_What the exercise asks_.
Write out again the entries from the first line to the line that includes "approximate external degree", keeping both of those lines.

Collected data entries:

package sparse

import (
	"math"
	"math/bits"
	"slices"
)

// minimumDegree orders the columns of the matched pattern by approximate minimum degree on the pattern of B + B^T, where B has
// the matched rows on its diagonal: Amestoy, Davis & Duff, An approximate minimum degree ordering algorithm,
// SIAM J. Matrix Anal. Appl. 17, 1996, 886-905. Elements are absorbed aggressively, indistinguishable variables
// merged, dense rows put last. It differs from the paper in keeping lists instead of one packed workspace.
func minimumDegree(p *Pattern, columnOf []int32) []int32 {
	g := newQuotientGraph(p, columnOf)
	for g.left > 0 {
		g.eliminate(g.next())
	}
	return g.finish()
}

// quotientGraph is the graph of the matrix as elimination goes on: variables that are left, and elements, which
// stand for the cliques that eliminated variables leave.
type quotientGraph struct {
	n        int
	vars     [][]int32 // of each variable: adjacent variables
	elements [][]int32 // of each variable: adjacent elements
	members  [][]int32 // of each element: its variables
	weight   []int32   // of each variable: how many it stands for; 0 when eliminated or merged
	degree   []int32   // of each variable: approximate external degree
	dead     []bool    // of each element
	merged   [][]int32 // of each variable: those merged into it
	order    []int32
	dense    []int32
	near     []uint64 // of each variable and each element: the dense variables it is adjacent to, as far as denseSeen
	left     int32    // variables not yet eliminated

	// degree buckets: doubly linked lists
	head, forward, back []int32
	least               int32

	mark   []int32 // of each variable: stamp of the last set it was put in
	stamp  int32
	outer  []int32 // of each element: weight of its members outside the new one
	outerS []int32 // of each element: stamp for which outer holds
}

func newQuotientGraph(p *Pattern, columnOf []int32) *quotientGraph {
	n := p.n
	g := &quotientGraph{
		n: n, vars: make([][]int32, n), elements: make([][]int32, n), members: make([][]int32, n),
		weight: filled(n, 1), degree: make([]int32, n), dead: make([]bool, n), merged: make([][]int32, n), left: int32(n),
		head: filled(n+1, -1), forward: filled(n, -1), back: filled(n, -1),
		mark: filled(n, 0), near: make([]uint64, n), outer: make([]int32, n), outerS: make([]int32, n),
	}
	for j := range int32(n) {
		for k := p.colStart[j]; k < p.colStart[j+1]; k++ {
			if i := columnOf[p.row[k]]; i != j {
				g.vars[i] = append(g.vars[i], j)
				g.vars[j] = append(g.vars[j], i)
			}
		}
	}
	limit := max(16, int(10*math.Sqrt(float64(n))))
	for i := range int32(n) {
		slices.Sort(g.vars[i])
		g.vars[i] = slices.Compact(g.vars[i])
		if len(g.vars[i]) > limit {
			g.dense = append(g.dense, i)
			g.weight[i] = 0
			g.left--
		}
	}
	for k, i := range g.dense[:min(denseSeen, len(g.dense))] {
		for _, j := range g.vars[i] {
			g.near[j] |= 1 << k
		}
	}
	for i := range int32(n) {
		if g.weight[i] > 0 {
			g.vars[i] = slices.DeleteFunc(g.vars[i], func(j int32) bool { return g.weight[j] == 0 })
			g.degree[i] = int32(len(g.vars[i])) + count(g.near[i])
			g.insert(i)
		}
	}
	return g
}

// denseSeen is the number of dense variables, rails mostly, that degrees count.
const denseSeen = 64

func count(set uint64) int32 { return int32(bits.OnesCount64(set)) }

func (g *quotientGraph) insert(i int32) {
	d := g.degree[i]
	g.forward[i], g.back[i] = g.head[d], -1
	if g.head[d] >= 0 {
		g.back[g.head[d]] = i
	}
	g.head[d] = i
	g.least = min(g.least, d)
}

func (g *quotientGraph) remove(i int32) {
	if g.back[i] >= 0 {
		g.forward[g.back[i]] = g.forward[i]
	} else {
		g.head[g.degree[i]] = g.forward[i]
	}
	if g.forward[i] >= 0 {
		g.back[g.forward[i]] = g.back[i]
	}
}

// next takes a variable of least degree.
func (g *quotientGraph) next() int32 {
	for g.head[g.least] < 0 {
		g.least++
	}
	i := g.head[g.least]
	g.remove(i)
	return i
}

// eliminate makes an element of variable p.
func (g *quotientGraph) eliminate(p int32) {
	members := g.gather(p)
	g.left -= g.weight[p]
	g.order = append(g.order, p)
	g.weight[p] = 0
	size := int32(0)
	for _, i := range members {
		size += g.weight[i]
		g.remove(i)
	}
	g.members[p] = members
	g.measure(members)
	kept := g.update(p, members, size)
	kept = g.mergeTwins(kept)
	g.members[p] = kept
	for _, i := range kept {
		g.insert(i)
	}
	g.vars[p], g.elements[p] = nil, nil
}

// gather returns the variables adjacent to p, through its elements too, which p absorbs.
func (g *quotientGraph) gather(p int32) []int32 {
	g.stamp++
	g.mark[p] = g.stamp
	var members []int32
	add := func(i int32) {
		if g.weight[i] > 0 && g.mark[i] != g.stamp {
			g.mark[i] = g.stamp
			members = append(members, i)
		}
	}
	for _, i := range g.vars[p] {
		add(i)
	}
	for _, e := range g.elements[p] {
		if g.dead[e] {
			continue
		}
		for _, i := range g.members[e] {
			add(i)
		}
		g.near[p] |= g.near[e]
		g.dead[e], g.members[e] = true, nil
	}
	return members
}

// measure finds, for every element next to the new one, the weight of its members outside.
func (g *quotientGraph) measure(members []int32) {
	for _, i := range members {
		live := g.elements[i][:0]
		for _, e := range g.elements[i] {
			if g.dead[e] {
				continue
			}
			live = append(live, e)
			if g.outerS[e] != g.stamp {
				g.outerS[e], g.outer[e] = g.stamp, 0
				for _, j := range g.members[e] {
					g.outer[e] += g.weight[j]
				}
			}
			g.outer[e] -= g.weight[i]
		}
		g.elements[i] = live
	}
}

// update connects the members to the new element and recomputes their degrees; it returns those that are left.
func (g *quotientGraph) update(p int32, members []int32, size int32) []int32 {
	kept := members[:0:0]
	for _, i := range members {
		d := int32(0)
		live := g.elements[i][:0]
		for _, e := range g.elements[i] {
			if g.dead[e] {
				continue
			}
			if g.outer[e] == 0 {
				g.near[p] |= g.near[e]
				g.dead[e], g.members[e] = true, nil
				continue
			}
			live = append(live, e)
			d += g.outer[e]
		}
		g.elements[i] = append(live, p)
		vars := g.vars[i][:0]
		for _, j := range g.vars[i] {
			if g.weight[j] > 0 && g.mark[j] != g.stamp {
				vars = append(vars, j)
				d += g.weight[j]
			}
		}
		g.vars[i] = vars
		far := g.near[p] // of the dense variables, those that i reaches
		for _, e := range live {
			far |= g.near[e]
		}
		far |= g.near[i]
		if d == 0 && far == g.near[p] {
			g.absorb(p, i)
			size -= g.weight[i]
			g.left -= g.weight[i]
			g.weight[i] = 0
			continue
		}
		rest := size - g.weight[i]
		known := count(far)
		g.degree[i] = max(0, min(g.left-g.weight[i]+known, g.degree[i]+rest+count(g.near[p]), d+rest+known, int32(g.n)))
		kept = append(kept, i)
	}
	return kept
}

// absorb notes that i is eliminated together with p.
func (g *quotientGraph) absorb(p, i int32) { g.merged[p] = append(g.merged[p], i) }

// mergeTwins merges members that have the same neighbours.
func (g *quotientGraph) mergeTwins(members []int32) []int32 {
	if len(members) < 2 {
		return members
	}
	buckets := map[uint64][]int32{}
	for _, i := range members {
		h := uint64(len(g.vars[i]))<<32 | uint64(len(g.elements[i]))
		for _, j := range g.vars[i] {
			h += uint64(j) * 0x9e3779b97f4a7c15
		}
		for _, e := range g.elements[i] {
			h += uint64(e) * 0xbf58476d1ce4e5b9
		}
		same := buckets[h]
		twin := slices.IndexFunc(same, func(k int32) bool { return g.twins(k, i) })
		if twin < 0 {
			buckets[h] = append(same, i)
			continue
		}
		k := same[twin]
		g.weight[k] += g.weight[i]
		g.degree[k] = max(0, g.degree[k]-g.weight[i])
		g.weight[i] = 0
		g.merged[k] = append(g.merged[k], i)
	}
	return slices.DeleteFunc(members, func(i int32) bool { return g.weight[i] == 0 })
}

// twins reports whether two members have the same neighbours.
func (g *quotientGraph) twins(a, b int32) bool {
	return g.near[a] == g.near[b] && sameSet(g.vars[a], g.vars[b]) && sameSet(g.elements[a], g.elements[b])
}

func sameSet(a, b []int32) bool {
	if len(a) != len(b) {
		return false
	}
	for _, x := range a {
		if !slices.Contains(b, x) {
			return false
		}
	}
	return true
}

// finish lists the columns in order, merged ones behind the one they were merged into, dense ones last.
func (g *quotientGraph) finish() []int32 {
	out := make([]int32, 0, g.n)
	stack := []int32{}
	for _, p := range g.order {
		stack = append(stack, p)
		for len(stack) > 0 {
			i := stack[len(stack)-1]
			stack = stack[:len(stack)-1]
			out = append(out, i)
			stack = append(stack, g.merged[i]...)
		}
	}
	return append(out, g.dense...)
}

_Solution for this task_.
package sparse

import (
	"math"
	"math/bits"
	"slices"
)

// minimumDegree orders the columns of the matched pattern by approximate minimum degree on the pattern of B + B^T, where B has
// the matched rows on its diagonal: Amestoy, Davis & Duff, An approximate minimum degree ordering algorithm,
// SIAM J. Matrix Anal. Appl. 17, 1996, 886-905. Elements are absorbed aggressively, indistinguishable variables
// merged, dense rows put last. It differs from the paper in keeping lists instead of one packed workspace.
func minimumDegree(p *Pattern, columnOf []int32) []int32 {
	g := newQuotientGraph(p, columnOf)
	for g.left > 0 {
		g.eliminate(g.next())
	}
	return g.finish()
}

// quotientGraph is the graph of the matrix as elimination goes on: variables that are left, and elements, which
// stand for the cliques that eliminated variables leave.
type quotientGraph struct {
	n        int
	vars     [][]int32 // of each variable: adjacent variables
	elements [][]int32 // of each variable: adjacent elements
	members  [][]int32 // of each element: its variables
	weight   []int32   // of each variable: how many it stands for; 0 when eliminated or merged
	degree   []int32   // of each variable: approximate external degree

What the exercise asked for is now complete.